# P seeting and Smoke Stack



## mpkelley20 (Jun 2, 2019)

I am still new to all this pellet smoker stuff.  I am learning thanks to all of you but still have questions.  I know a lot here hate "pellet poopers" but this is the first grill I have owned where I have not messed anything up food wise.  It is a perfect grill style for me.

I have the Pit Boss 1100 Pro series.  I have only used preset temps like 225 to 250 range for my beef/pork/chicken.  It gives good smoke flavor for me but was wondering about the P-Setting and if adjusting the smoke stack does anything.

First, the P setting.  As I understood it in the manual, this setting only works in the smoke setting which I only use for startup.  I have never smoked anything on this setting.  A lot of people have raved about the p-setting option but when will I ever use this?  What am I smoking at 180 degrees or so?  Or, am I misunderstanding what it does and it still works in higher temp settings but can only be adjusted under smoke?

Second, does the smoke stack do anything or does it not matter if I have it wide open or closed?  My temp swings seem in line with what others have with this grill and the internal temps seem somewhat in line.  My center and right side are within 5 degrees but my left side is much lower.  For instance at 225, at its peak the left side might be 210 and the middle and right can reach 260.  Not sure if adjusting the smoke stack deals with airflow somehow. 

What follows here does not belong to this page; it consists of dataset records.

#: Marker and hue of the rates of each method in an Eyring figure that joins several methods.
METHOD_STYLES = {"lineshape": ("o", "indigo"), "inversion": ("^", "vermilion"), "saturation": ("s", "plum"),
                 "exchange-2d": ("D", "teal")}
#: Markers for methods of the user's own naming, in order of appearance (hues cycle through SERIES).
OTHER_METHOD_MARKERS = ("v", "P", "X", "h", "<", ">")
#: Line styles that tell the processes apart when the hues mark the methods.
PROCESS_LINE_STYLES = ("-", "--", ":", "-.")


def method_styles(methods) -> dict[str, tuple[str, str]]:
    """Marker and colour (from :data:`PALETTE`) of each method: fixed for dnmr's methods, the next free
    marker and hue for others."""
    out, others = {}, 0
    for method in methods:
        if method in METHOD_STYLES:
            marker, hue = METHOD_STYLES[method]
        else:
            marker = OTHER_METHOD_MARKERS[others % len(OTHER_METHOD_MARKERS)]
            hue = SERIES[(len(METHOD_STYLES) + others) % len(SERIES)]
            others += 1
        out[method] = (marker, PALETTE[hue])
    return out


_SUPERSCRIPT = str.maketrans("⁻⁰¹²³⁴⁵⁶⁷⁸⁹", "-0123456789")
_FIGURE_SYMBOLS = ((re.compile(r"\bd([HSG])‡"), r"Δ\1‡"), (re.compile(r"\bdnu\b"), "Δν"),
                   (re.compile(r"\blog10\("), r"log$_{10}$("), (re.compile(r"<->"), "↔"),
                   (re.compile(r"\b(1|2|13|15|17|19|29|31)(H|C|N|O|F|Si|P)\b"), r"$^{\1}$\2"),
                   (re.compile(r"\^(-?\d+)"), r"$^{\1}$"),
                   (re.compile(r"\b(\d(?:\.\d+)?)e\+?(-?)0*(\d+)\b"), r"\1×10$^{\2\3}$"),
                   (re.compile(r"[⁻⁰¹²³⁴⁵⁶⁷⁸⁹]+"), lambda m: f"$^{{{m.group().translate(_SUPERSCRIPT)}}}$"))


def figure_text(text: str) -> str:
    """Plain report text made fit for a figure: real superscripts (``s^-1``, ``s⁻¹`` -> s$^{-1}$), a
    subscript in log$_{10}$, 1.2×10$^{4}$ for 1.2e+04, ΔH‡/ΔS‡/ΔG‡ for dH‡/dS‡/dG‡, Δν for dnu, ↔ for
    <->, a nucleus as $^{13}$C; a literal $ stays one."""
    text = text.replace("$", r"\$")
    for pattern, replacement in _FIGURE_SYMBOLS:
        text = pattern.sub(replacement, text)
    return text


def nmr_axis(ax, label: str = "chemical shift / ppm") -> None:
    """Label an x axis in ppm and run it high to low (NMR convention)."""
    ax.set_xlabel(label)
    if not ax.xaxis_inverted():
        ax.invert_xaxis()


def plot_spectrum(spectrum, ax=None, ylabel: str = "intensity / Hz$^{-1}$", **line_kwargs):
    """Absorption of a spectrum against ppm (high to low), titled with its title if it has one; returns
    the Axes.

    Without a ``color``, each spectrum drawn into the same Axes takes the next hue of :data:`SERIES`.
    """
    if ax is None:
        _, ax = plt.subplots(figsize=(7, 3.5))
    line_kwargs.setdefault("color", series_colour(len(ax.lines)))
    ax.plot(spectrum.ppm, spectrum.intensity, lw=1.0, **line_kwargs)
    nmr_axis(ax)
    ax.set_ylabel(ylabel)
    if getattr(spectrum, "title", ""):
        ax.set_title(figure_text(spectrum.title))
    return ax


def scale_note(scale: float) -> str:
    """'  (×3.2)' beside a stacked trace drawn `scale` times taller than it is; '' for a trace drawn as it is
    (within 5 %)."""
    return "" if abs(scale - 1.0) < 0.05 else f"  (×{scale:.1f})"


def plot_stack(spectra, labels, ax=None, title: str = ""):
    """Spectra stacked bottom to top with a label beside each (the usual VT or rate series figure).

    Parameters
    ----------
    spectra : sequence of Spectrum
        One per trace, drawn from the bottom up.
    labels : sequence of str
        Text beside each trace (a temperature or a rate).
    """
    if ax is None:
        _, ax = plt.subplots(figsize=(6.5, 1.0 + 0.8 * len(spectra)))
    peak = max(float(s.intensity.max()) for s in spectra)
    step = 1.05 * peak
    for i, (s, label) in enumerate(zip(spectra, labels)):
        scale = peak / max(float(s.intensity.max()), 1e-300)
        scale = min(scale, 8.0)  # broad traces are enlarged, at most eightfold, to stay readable
        ax.plot(s.ppm, i * step + s.intensity * scale, color=INK, lw=0.9)
        note = figure_text(label) + scale_note(scale)
        ax.text(s.ppm.min(), i * step + 0.25 * step, " " + note, va="center", ha="left", fontsize=8)
    nmr_axis(ax)
    ax.set_yticks([])
    for side in ("left", "right", "top"):
        ax.spines[side].set_visible(False)
    if title:
        ax.set_title(figure_text(title))
    return ax


# --- activation analysis: Eyring plot and rates against temperature ---------------------------

def _kilo_reciprocal(x):
    """1000 / x, quiet at x = 0 (matplotlib probes the axis transform there)."""
    with np.errstate(divide="ignore"):
        return 1e3 / np.asarray(x, dtype=float)


def _eyring_ordinate(ln_rate, temperature_k):
    return ln_rate - np.log(temperature_k)


def _rate_ordinate(ln_rate, temperature_k):
    return np.exp(ln_rate)


def _draw_bounds(ax, bounds, x_of, y_of, colour) -> None:
    """Bounds as open markers: arrows away from a one-sided bound, a bar between two."""
    for b in bounds:
        x = x_of(b.temperature_k)
        ends = [y_of(np.log(v), b.temperature_k) for v in (b.rate_lower, b.rate_upper) if np.isfinite(v)]
        ax.plot([x] * len(ends), ends, "o-", mfc="none", color=colour, lw=1)
        if len(ends) == 1:
            up = np.isfinite(b.rate_lower)
            ax.annotate("", xy=(x, ends[0]), xytext=(0, 22 if up else -22), textcoords="offset points",
                        arrowprops={"arrowstyle": "<-", "color": colour})


def _draw_activation_series(ax, result, colour, x_of, y_of, residual_ax=None, *, styles=None,
                            line_style: str = "-", line_label: str | None = None, labelled=()) -> None:
    """Points with 1-sigma bars, the fitted line with its 95 % band, outliers ringed, bounds.

    With `styles` (method -> marker, colour) the points of each method take its marker and colour, the
    line (drawn `line_style`, in the legend as `line_label`) and band take `colour`; methods already in
    `labelled` get no second legend entry.
    """
    t = result.temperature_k
    ln_k, sigma = np.log(result.rate_per_s), result.ln_rate_stderr
    y = y_of(ln_k, t)
    bars = np.array([y - y_of(ln_k - sigma, t), y_of(ln_k + sigma, t) - y])
    name = figure_text(result.process) if result.process else "rates"
    groups = ({m: (result.methods == m, *styles[m]) for m in result.method_names} if styles
              else {None: (np.ones(len(t), dtype=bool), "o", colour)})
    for method, (rows, marker, hue) in groups.items():
        label = name if method is None else (None if method in labelled else figure_text(method))
        if rows.any():
            ax.errorbar(x_of(t[rows]), y[rows], yerr=bars[:, rows], fmt=marker, color=hue, ms=5, capsize=2, label=label)
        if residual_ax is not None and rows.any():
            residual_ax.errorbar(x_of(t[rows]), result.eyring.residuals[rows], yerr=sigma[rows], fmt=marker, color=hue,
                                 ms=4, capsize=2)
    t_all = np.concatenate([t, [b.temperature_k for b in result.bounds]])
    grid = np.linspace(t_all.min(), t_all.max(), 200)
    fit, se = result.ln_rate(grid)
    q = result.band_quantile
    ax.plot(x_of(grid), y_of(fit, grid), line_style, color=colour, lw=1.2, label=line_label)
    if np.isfinite(q) and np.isfinite(se).all():
        ax.fill_between(x_of(grid), y_of(fit - q * se, grid), y_of(fit + q * se, grid), color=colour, alpha=0.18, lw=0,
                        label=f"{label}: 95 % confidence band")
    out = result.outliers
    if out.any():
        ax.plot(x_of(t[out]), y[out], "o", ms=12, mfc="none", mec=INK, mew=1.2)
    for bound in result.bounds:
        _draw_bounds(ax, [bound], x_of, y_of, styles[bound.method][1] if styles else colour)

My food has not suffered.  So I cannot complain.  Just trying to understand all this for when I start to get more adventurous and decide to do a brisket.

Thanks


----------



## mike243 (Jun 2, 2019)

I haven't played with the smoke stack but the P setting will run the unit cooler if it is set higher than the 4 thats preset and it will smolder more at the lower temps so a little more smoke , screwed all the way down on the cap its even with the top of the pipe so not much blocking the exit, may mess around with it next time I fire it up to smoke something


----------



## mpkelley20 (Jun 2, 2019)

When you say it will run the unit cooler, are you talking at higher preset temps like 225 and 250 or is the p setting only working when the dial is turned to smoke?  And other than cheeses, fish and jerky, what do you cook on the smoke setting?  If nothing, and the p setting is only relevant to the smoke setting on dial then that feature really isn't useful, right?


----------



## mike243 (Jun 2, 2019)

My P setting only works in smoke and the higher the number the cooler it runs, set at the default 4 it runs at 170 very consistently, i think 5 runs about 165 for a low


----------



## JackB (Jun 21, 2019)

The P number is the control indicator for auger run time only and while you would expect shorter run times (higher P numbers) to yield lower temperatures that relationship may vary with other factors; ambient temp/humidity, pellet type & quality, lid openings. 
But normally you can expect a lower temp at higher P number settings. I have just started playing with the P number as I hope to get longer smoke periods with the Smoke setting. 220 degrees F is not a good smoking temperature for me as it seems the meat cooks too quickly.
As far as smoke stack goes, it's mostly an ornament on forced air cookers. A balanced draft system would be terrific where the fan is variable speed and then a stack damper would be a significant tool. Hopefully someone will provide an aftermarket auger / fan PID controller.


----------



## JackB (Jun 21, 2019)

mike243 said:


> My P setting only works in smoke and the higher the number the cooler it runs, set at the default 4 it runs at 170 very consistently, i think 5 runs about 165 for a low


Mike, are you in the north? In summer temps on the Gulf Coast the smoke temperature range is it closer to 200-200 at P 4.


----------



## mike243 (Jun 21, 2019)

I was going to post that was what mine was running when it was cooler lol running about 195 on 6 now,reckon I will have to write the outside temps down


----------



## mike243 (Jun 21, 2019)

my 3 outdoor camera's are reading 95 so not loosing much heat due to temps


----------



## jac63 (Jun 21, 2019)

On my 3 month old Pit Boss 820FB the manual seems to indicate that the P setting works at all control settings. I know I was experiencing wide temp swings when using presets like 225 or 250. I have been playing with the P setting and have noticed the temp ranges to be much tighter. The trade off is less smoke at lower P settings. The pic below is from my owners manual.


----------



## mike243 (Jun 21, 2019)

mine is a year old and will only work in smoke,they reengineered them, somebody posted awhile back that theirs would adjust in temps also, I aint lucky enuf to have the newer lol


----------



## jac63 (Jun 21, 2019)

mike243 said:


> mine is a year old and will only work in smoke,they reengineered them, somebody posted awhile back that theirs would adjust in temps also, I aint lucky enuf to have the newer lol


I wondered if they had made a change. 

I like to run mine on "smoke" for a while then change to a preset with the P setting lowered to keep a pretty tight temp range. Took me a while to understand how to run it like that but it works great. I was pretty disappointed initially with the temp swings but eventually I figured it out. Best food I've ever made coming off the Pit Boss now.


----------



## mike243 (Jun 22, 2019)

Yes they made a change in the controller since mine was made, sounds like the new is more versatile , still love mine though


----------